**Task details**
An exact transcription of every record is needed.
###
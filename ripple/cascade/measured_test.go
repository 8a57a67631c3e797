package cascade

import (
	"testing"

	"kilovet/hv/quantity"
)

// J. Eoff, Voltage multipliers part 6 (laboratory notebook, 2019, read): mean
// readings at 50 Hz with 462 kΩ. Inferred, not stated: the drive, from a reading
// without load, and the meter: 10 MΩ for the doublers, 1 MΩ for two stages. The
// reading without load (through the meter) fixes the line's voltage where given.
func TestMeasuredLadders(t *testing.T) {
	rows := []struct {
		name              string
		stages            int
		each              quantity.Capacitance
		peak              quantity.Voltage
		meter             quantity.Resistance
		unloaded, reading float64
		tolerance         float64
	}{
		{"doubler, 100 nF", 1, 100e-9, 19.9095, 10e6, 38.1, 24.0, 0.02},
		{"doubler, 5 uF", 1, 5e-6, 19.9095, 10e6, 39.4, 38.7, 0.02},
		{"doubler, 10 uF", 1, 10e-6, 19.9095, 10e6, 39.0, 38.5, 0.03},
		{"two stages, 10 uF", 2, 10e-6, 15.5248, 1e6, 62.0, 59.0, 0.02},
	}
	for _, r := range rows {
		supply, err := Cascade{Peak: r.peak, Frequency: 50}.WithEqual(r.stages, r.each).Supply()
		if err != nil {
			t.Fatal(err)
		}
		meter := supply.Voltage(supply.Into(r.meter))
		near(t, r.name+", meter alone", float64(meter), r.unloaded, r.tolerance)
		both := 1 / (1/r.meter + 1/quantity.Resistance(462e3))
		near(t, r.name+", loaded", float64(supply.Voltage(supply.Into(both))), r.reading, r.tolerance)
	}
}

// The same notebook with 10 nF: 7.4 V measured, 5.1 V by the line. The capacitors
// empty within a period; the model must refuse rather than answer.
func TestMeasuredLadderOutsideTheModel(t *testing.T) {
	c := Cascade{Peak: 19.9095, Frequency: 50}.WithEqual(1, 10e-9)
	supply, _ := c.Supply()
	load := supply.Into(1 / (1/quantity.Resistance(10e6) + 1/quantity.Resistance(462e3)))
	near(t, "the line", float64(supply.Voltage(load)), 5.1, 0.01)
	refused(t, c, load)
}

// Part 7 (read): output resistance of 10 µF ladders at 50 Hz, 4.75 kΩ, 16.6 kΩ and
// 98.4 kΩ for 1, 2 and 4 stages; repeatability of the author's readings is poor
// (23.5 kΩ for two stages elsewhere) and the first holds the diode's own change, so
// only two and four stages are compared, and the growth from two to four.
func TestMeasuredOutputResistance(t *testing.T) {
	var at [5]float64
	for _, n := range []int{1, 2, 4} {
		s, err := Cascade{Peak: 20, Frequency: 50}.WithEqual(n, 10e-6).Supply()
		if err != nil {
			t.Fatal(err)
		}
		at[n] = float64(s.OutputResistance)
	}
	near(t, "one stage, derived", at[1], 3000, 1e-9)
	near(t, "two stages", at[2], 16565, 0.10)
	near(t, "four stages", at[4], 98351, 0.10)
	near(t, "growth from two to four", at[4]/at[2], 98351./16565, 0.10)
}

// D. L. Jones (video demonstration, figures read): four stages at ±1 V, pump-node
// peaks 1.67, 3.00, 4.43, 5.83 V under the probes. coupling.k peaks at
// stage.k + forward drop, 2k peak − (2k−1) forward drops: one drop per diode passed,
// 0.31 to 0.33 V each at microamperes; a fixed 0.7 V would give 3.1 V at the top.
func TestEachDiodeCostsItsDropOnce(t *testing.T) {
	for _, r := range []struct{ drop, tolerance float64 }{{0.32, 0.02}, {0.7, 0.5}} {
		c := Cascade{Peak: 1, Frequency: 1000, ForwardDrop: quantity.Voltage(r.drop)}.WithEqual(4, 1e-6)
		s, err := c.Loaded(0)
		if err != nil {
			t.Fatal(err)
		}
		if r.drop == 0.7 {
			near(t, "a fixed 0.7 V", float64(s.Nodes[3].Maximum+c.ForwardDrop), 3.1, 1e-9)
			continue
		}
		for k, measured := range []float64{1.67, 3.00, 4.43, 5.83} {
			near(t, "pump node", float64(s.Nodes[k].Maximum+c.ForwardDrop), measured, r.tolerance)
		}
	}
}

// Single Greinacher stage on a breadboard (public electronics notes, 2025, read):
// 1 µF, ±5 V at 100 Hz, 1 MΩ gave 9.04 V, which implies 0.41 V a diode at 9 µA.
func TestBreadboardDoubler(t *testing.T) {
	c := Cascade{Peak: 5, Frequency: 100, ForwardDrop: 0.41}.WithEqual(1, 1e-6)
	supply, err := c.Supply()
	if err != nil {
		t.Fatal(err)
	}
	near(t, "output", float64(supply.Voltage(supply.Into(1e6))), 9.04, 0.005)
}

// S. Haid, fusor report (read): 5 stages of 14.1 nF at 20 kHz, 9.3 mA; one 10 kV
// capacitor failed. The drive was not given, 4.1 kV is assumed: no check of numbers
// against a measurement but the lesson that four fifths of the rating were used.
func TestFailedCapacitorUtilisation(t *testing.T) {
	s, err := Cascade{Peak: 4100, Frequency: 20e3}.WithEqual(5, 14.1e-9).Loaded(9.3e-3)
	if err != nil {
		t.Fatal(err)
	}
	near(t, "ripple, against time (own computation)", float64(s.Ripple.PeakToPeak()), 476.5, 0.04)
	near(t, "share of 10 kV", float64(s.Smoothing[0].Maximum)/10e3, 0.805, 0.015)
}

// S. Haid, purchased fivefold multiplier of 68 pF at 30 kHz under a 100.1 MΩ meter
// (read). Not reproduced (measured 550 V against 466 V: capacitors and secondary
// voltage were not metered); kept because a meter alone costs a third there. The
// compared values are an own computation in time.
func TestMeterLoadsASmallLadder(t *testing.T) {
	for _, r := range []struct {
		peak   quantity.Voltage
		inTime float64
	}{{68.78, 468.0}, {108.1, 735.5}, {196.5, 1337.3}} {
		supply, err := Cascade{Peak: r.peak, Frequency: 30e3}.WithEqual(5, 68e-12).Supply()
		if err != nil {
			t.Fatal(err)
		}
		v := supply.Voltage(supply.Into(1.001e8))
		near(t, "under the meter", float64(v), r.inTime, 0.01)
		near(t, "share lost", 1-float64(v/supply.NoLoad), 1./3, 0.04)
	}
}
###
**Solution to the problem**
filename ripple/cascade/measured_test.go
repository 8a57a67631c3e797
package cascade

import (
	"testing"

	"kilovet/hv/quantity"
)

// J. Eoff, Voltage multipliers part 6 (laboratory notebook, 2019, read): mean
// readings at 50 Hz with 462 kΩ. Inferred, not stated: the drive, from a reading
// without load, and the meter: 10 MΩ for the doublers, 1 MΩ for two stages. The
// reading without load (through the meter) fixes the line's voltage where given.
func TestMeasuredLadders(t *testing.T) {
	rows := []struct {
		name              string
		stages            int
		each              quantity.Capacitance
		peak              quantity.Voltage
		meter             quantity.Resistance
		unloaded, reading float64
		tolerance         float64
	}{
		{"doubler, 100 nF", 1, 100e-9, 19.9095, 10e6, 38.1, 24.0, 0.02},
		{"doubler, 5 uF", 1, 5e-6, 19.9095, 10e6, 39.4, 38.7, 0.02},
		{"doubler, 10 uF", 1, 10e-6, 19.9095, 10e6, 39.0, 38.5, 0.03},
		{"two stages, 10 uF", 2, 10e-6, 15.5248, 1e6, 62.0, 59.0, 0.02},
	}
	for _, r := range rows {
		supply, err := Cascade{Peak: r.peak, Frequency: 50}.WithEqual(r.stages, r.each).Supply()
		if err != nil {
			t.Fatal(err)
		}
		meter := supply.Voltage(supply.Into(r.meter))
		near(t, r.name+", meter alone", float64(meter), r.unloaded, r.tolerance)
		both := 1 / (1/r.meter + 1/quantity.Resistance(462e3))
		near(t, r.name+", loaded", float64(supply.Voltage(supply.Into(both))), r.reading, r.tolerance)
	}
}

// The same notebook with 10 nF: 7.4 V measured, 5.1 V by the line. The capacitors
// empty within a period; the model must refuse rather than answer.
func TestMeasuredLadderOutsideTheModel(t *testing.T) {
	c := Cascade{Peak: 19.9095, Frequency: 50}.WithEqual(1, 10e-9)
	supply, _ := c.Supply()
	load := supply.Into(1 / (1/quantity.Resistance(10e6) + 1/quantity.Resistance(462e3)))
	near(t, "the line", float64(supply.Voltage(load)), 5.1, 0.01)
	refused(t, c, load)
}

// Part 7 (read): output resistance of 10 µF ladders at 50 Hz, 4.75 kΩ, 16.6 kΩ and
// 98.4 kΩ for 1, 2 and 4 stages; repeatability of the author's readings is poor
// (23.5 kΩ for two stages elsewhere) and the first holds the diode's own change, so
// only two and four stages are compared, and the growth from two to four.
func TestMeasuredOutputResistance(t *testing.T) {
	var at [5]float64
	for _, n := range []int{1, 2, 4} {
		s, err := Cascade{Peak: 20, Frequency: 50}.WithEqual(n, 10e-6).Supply()
		if err != nil {
			t.Fatal(err)
		}
		at[n] = float64(s.OutputResistance)
	}
	near(t, "one stage, derived", at[1], 3000, 1e-9)
	near(t, "two stages", at[2], 16565, 0.10)
	near(t, "four stages", at[4], 98351, 0.10)
	near(t, "growth from two to four", at[4]/at[2], 98351./16565, 0.10)
}

// D. L. Jones (video demonstration, figures read): four stages at ±1 V, pump-node
// peaks 1.67, 3.00, 4.43, 5.83 V under the probes. coupling.k peaks at
// stage.k + forward drop, 2k peak − (2k−1) forward drops: one drop per diode passed,
// 0.31 to 0.33 V each at microamperes; a fixed 0.7 V would give 3.1 V at the top.
func TestEachDiodeCostsItsDropOnce(t *testing.T) {
	for _, r := range []struct{ drop, tolerance float64 }{{0.32, 0.02}, {0.7, 0.5}} {
		c := Cascade{Peak: 1, Frequency: 1000, ForwardDrop: quantity.Voltage(r.drop)}.WithEqual(4, 1e-6)
		s, err := c.Loaded(0)
		if err != nil {
			t.Fatal(err)
		}
		if r.drop == 0.7 {
			near(t, "a fixed 0.7 V", float64(s.Nodes[3].Maximum+c.ForwardDrop), 3.1, 1e-9)
			continue
		}
		for k, measured := range []float64{1.67, 3.00, 4.43, 5.83} {
			near(t, "pump node", float64(s.Nodes[k].Maximum+c.ForwardDrop), measured, r.tolerance)
		}
	}
}

// Single Greinacher stage on a breadboard (public electronics notes, 2025, read):
// 1 µF, ±5 V at 100 Hz, 1 MΩ gave 9.04 V, which implies 0.41 V a diode at 9 µA.
func TestBreadboardDoubler(t *testing.T) {
	c := Cascade{Peak: 5, Frequency: 100, ForwardDrop: 0.41}.WithEqual(1, 1e-6)
	supply, err := c.Supply()
	if err != nil {
		t.Fatal(err)
	}
	near(t, "output", float64(supply.Voltage(supply.Into(1e6))), 9.04, 0.005)
}

// S. Haid, fusor report (read): 5 stages of 14.1 nF at 20 kHz, 9.3 mA; one 10 kV
// capacitor failed. The drive was not given, 4.1 kV is assumed: no check of numbers
// against a measurement but the lesson that four fifths of the rating were used.
func TestFailedCapacitorUtilisation(t *testing.T) {
	s, err := Cascade{Peak: 4100, Frequency: 20e3}.WithEqual(5, 14.1e-9).Loaded(9.3e-3)
	if err != nil {
		t.Fatal(err)
	}
	near(t, "ripple, against time (own computation)", float64(s.Ripple.PeakToPeak()), 476.5, 0.04)
	near(t, "share of 10 kV", float64(s.Smoothing[0].Maximum)/10e3, 0.805, 0.015)
}

// S. Haid, purchased fivefold multiplier of 68 pF at 30 kHz under a 100.1 MΩ meter
// (read). Not reproduced (measured 550 V against 466 V: capacitors and secondary
// voltage were not metered); kept because a meter alone costs a third there. The
// compared values are an own computation in time.
func TestMeterLoadsASmallLadder(t *testing.T) {
	for _, r := range []struct {
		peak   quantity.Voltage
		inTime float64
	}{{68.78, 468.0}, {108.1, 735.5}, {196.5, 1337.3}} {
		supply, err := Cascade{Peak: r.peak, Frequency: 30e3}.WithEqual(5, 68e-12).Supply()
		if err != nil {
			t.Fatal(err)
		}
		v := supply.Voltage(supply.Into(1.001e8))
		near(t, "under the meter", float64(v), r.inTime, 0.01)
		near(t, "share lost", 1-float64(v/supply.NoLoad), 1./3, 0.04)
	}
}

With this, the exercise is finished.